> [Task details]: A single number is wanted: how many lines of the records below contain the word "GridIndex".

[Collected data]
- - - - - - -
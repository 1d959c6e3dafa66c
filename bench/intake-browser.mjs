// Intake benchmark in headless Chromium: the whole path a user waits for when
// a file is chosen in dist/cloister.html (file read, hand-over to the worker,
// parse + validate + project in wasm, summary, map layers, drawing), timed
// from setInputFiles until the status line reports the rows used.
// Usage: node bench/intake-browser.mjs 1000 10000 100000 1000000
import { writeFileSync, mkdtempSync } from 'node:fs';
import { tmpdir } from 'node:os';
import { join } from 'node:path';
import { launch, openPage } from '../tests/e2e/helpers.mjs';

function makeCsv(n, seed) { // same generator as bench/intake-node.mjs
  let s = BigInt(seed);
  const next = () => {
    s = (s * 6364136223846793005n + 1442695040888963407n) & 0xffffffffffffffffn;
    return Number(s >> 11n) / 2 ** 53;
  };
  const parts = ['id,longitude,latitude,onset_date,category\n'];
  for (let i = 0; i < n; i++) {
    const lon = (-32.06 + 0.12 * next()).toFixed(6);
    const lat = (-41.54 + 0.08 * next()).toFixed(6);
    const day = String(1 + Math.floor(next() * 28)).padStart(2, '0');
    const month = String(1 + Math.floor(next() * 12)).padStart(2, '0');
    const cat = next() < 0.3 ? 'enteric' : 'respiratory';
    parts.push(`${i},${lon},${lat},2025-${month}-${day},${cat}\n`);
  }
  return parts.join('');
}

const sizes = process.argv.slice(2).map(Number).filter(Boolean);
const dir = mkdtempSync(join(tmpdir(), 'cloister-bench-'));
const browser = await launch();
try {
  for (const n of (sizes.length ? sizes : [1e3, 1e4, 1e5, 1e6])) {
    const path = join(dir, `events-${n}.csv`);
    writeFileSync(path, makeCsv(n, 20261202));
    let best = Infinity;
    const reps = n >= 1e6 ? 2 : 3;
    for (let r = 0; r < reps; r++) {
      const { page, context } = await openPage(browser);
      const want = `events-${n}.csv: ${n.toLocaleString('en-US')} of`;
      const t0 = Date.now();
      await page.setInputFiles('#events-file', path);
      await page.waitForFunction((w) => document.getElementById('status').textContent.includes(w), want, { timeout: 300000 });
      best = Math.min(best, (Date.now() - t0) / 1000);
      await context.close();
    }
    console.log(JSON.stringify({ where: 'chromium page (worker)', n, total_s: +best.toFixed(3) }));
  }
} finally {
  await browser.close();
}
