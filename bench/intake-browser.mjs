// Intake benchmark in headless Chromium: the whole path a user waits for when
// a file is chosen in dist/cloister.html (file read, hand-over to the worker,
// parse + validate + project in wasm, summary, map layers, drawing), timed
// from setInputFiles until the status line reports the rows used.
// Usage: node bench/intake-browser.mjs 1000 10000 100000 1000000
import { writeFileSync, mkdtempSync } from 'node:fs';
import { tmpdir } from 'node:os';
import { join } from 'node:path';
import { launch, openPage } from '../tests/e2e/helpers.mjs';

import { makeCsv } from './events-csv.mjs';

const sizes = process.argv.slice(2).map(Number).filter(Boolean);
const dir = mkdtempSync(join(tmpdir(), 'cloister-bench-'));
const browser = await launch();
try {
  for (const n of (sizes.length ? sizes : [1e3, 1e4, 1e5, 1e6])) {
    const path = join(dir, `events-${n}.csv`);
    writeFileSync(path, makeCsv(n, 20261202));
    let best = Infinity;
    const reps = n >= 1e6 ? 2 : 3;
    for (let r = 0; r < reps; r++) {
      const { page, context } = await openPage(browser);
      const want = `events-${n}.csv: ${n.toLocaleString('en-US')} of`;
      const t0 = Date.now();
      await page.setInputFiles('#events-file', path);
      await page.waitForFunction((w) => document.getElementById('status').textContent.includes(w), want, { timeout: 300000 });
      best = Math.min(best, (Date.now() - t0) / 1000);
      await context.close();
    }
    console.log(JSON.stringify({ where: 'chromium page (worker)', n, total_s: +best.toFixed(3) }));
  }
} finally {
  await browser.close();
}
- - - - - - -
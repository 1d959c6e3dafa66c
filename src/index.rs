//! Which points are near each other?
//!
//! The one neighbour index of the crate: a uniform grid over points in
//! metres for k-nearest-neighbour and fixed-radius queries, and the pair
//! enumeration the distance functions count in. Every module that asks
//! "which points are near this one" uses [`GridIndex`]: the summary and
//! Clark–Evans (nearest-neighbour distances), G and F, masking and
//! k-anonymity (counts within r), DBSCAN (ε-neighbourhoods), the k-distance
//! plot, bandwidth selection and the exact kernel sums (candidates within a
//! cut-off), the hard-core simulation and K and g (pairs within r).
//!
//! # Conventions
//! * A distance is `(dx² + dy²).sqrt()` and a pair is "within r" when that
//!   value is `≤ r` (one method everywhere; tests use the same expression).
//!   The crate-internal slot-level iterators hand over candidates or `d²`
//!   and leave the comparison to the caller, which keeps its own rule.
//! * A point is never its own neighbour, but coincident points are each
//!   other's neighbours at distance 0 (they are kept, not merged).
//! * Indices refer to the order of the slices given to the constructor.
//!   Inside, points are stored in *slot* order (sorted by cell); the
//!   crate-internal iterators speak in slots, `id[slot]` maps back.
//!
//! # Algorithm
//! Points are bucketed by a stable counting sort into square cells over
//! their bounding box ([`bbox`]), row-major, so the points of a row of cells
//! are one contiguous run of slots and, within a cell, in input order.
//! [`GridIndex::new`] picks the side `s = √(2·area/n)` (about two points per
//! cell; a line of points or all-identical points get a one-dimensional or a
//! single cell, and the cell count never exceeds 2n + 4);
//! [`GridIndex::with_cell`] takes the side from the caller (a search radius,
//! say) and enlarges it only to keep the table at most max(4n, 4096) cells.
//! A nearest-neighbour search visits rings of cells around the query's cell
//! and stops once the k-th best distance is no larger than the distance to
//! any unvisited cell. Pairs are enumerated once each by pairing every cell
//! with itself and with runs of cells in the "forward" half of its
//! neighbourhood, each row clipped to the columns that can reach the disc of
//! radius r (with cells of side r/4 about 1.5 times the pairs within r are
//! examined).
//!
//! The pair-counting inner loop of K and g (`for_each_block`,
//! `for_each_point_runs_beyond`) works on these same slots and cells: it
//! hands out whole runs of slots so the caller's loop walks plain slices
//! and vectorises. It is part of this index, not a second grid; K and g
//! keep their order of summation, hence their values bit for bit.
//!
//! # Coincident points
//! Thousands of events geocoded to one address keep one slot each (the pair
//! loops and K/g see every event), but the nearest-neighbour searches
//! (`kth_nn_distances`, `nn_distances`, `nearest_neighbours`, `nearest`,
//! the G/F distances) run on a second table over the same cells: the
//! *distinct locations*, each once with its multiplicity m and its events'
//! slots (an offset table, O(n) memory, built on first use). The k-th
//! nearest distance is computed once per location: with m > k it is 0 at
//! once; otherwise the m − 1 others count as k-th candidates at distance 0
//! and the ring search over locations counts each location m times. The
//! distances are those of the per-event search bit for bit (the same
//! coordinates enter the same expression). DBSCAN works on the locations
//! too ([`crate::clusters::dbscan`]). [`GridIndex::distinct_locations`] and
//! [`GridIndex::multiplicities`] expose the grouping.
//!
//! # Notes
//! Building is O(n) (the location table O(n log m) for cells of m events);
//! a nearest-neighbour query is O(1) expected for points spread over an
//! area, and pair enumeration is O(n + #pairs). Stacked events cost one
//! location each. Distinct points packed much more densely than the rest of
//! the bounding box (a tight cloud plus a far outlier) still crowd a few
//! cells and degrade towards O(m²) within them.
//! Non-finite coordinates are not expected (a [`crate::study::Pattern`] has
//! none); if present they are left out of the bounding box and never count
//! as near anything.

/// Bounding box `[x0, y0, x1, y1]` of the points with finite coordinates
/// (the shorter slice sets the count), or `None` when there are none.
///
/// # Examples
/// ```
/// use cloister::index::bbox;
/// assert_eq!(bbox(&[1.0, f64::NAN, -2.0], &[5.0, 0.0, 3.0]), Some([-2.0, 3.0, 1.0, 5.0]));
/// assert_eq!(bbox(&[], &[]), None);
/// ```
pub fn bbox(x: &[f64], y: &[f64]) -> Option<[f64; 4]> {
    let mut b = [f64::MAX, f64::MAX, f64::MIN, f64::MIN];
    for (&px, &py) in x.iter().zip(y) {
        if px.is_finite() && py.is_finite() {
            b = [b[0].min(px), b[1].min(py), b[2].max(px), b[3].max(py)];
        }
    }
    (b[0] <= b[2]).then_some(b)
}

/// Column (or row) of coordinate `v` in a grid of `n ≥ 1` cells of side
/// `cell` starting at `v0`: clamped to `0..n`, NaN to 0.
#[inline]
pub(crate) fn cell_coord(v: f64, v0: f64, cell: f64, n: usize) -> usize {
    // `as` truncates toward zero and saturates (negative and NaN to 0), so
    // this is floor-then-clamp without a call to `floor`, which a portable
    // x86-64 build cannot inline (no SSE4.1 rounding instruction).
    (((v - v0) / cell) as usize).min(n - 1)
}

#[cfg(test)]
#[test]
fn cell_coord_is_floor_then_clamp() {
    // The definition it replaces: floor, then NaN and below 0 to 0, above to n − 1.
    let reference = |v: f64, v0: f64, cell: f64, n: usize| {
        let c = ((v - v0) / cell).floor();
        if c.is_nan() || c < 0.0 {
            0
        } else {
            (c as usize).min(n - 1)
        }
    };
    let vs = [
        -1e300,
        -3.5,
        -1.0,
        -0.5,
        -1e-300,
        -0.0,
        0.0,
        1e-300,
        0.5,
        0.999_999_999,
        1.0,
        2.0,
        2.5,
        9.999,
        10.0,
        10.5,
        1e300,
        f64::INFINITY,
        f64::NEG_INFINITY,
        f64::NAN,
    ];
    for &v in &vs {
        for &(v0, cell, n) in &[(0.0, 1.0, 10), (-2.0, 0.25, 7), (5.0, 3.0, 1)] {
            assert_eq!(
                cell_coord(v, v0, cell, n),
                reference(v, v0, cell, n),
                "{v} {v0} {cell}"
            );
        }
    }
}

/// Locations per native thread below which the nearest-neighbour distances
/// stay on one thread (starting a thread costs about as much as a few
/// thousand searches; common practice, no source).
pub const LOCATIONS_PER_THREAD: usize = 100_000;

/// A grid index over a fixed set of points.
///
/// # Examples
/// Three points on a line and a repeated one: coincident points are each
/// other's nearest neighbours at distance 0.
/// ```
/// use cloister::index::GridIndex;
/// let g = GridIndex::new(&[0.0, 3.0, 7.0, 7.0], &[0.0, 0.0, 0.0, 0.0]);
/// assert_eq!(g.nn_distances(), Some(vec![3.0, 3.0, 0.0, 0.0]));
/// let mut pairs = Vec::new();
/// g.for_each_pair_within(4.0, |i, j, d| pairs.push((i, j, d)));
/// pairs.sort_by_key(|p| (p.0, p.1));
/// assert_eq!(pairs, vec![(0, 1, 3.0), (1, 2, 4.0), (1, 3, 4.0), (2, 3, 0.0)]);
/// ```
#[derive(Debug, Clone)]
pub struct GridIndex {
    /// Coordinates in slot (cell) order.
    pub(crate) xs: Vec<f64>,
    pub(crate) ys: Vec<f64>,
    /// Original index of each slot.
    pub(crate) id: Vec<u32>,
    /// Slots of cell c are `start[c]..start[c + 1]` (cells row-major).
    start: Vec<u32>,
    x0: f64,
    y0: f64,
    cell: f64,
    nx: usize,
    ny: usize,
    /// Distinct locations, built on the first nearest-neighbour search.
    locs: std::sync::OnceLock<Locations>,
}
- - - - - - -
> [Your response]: 8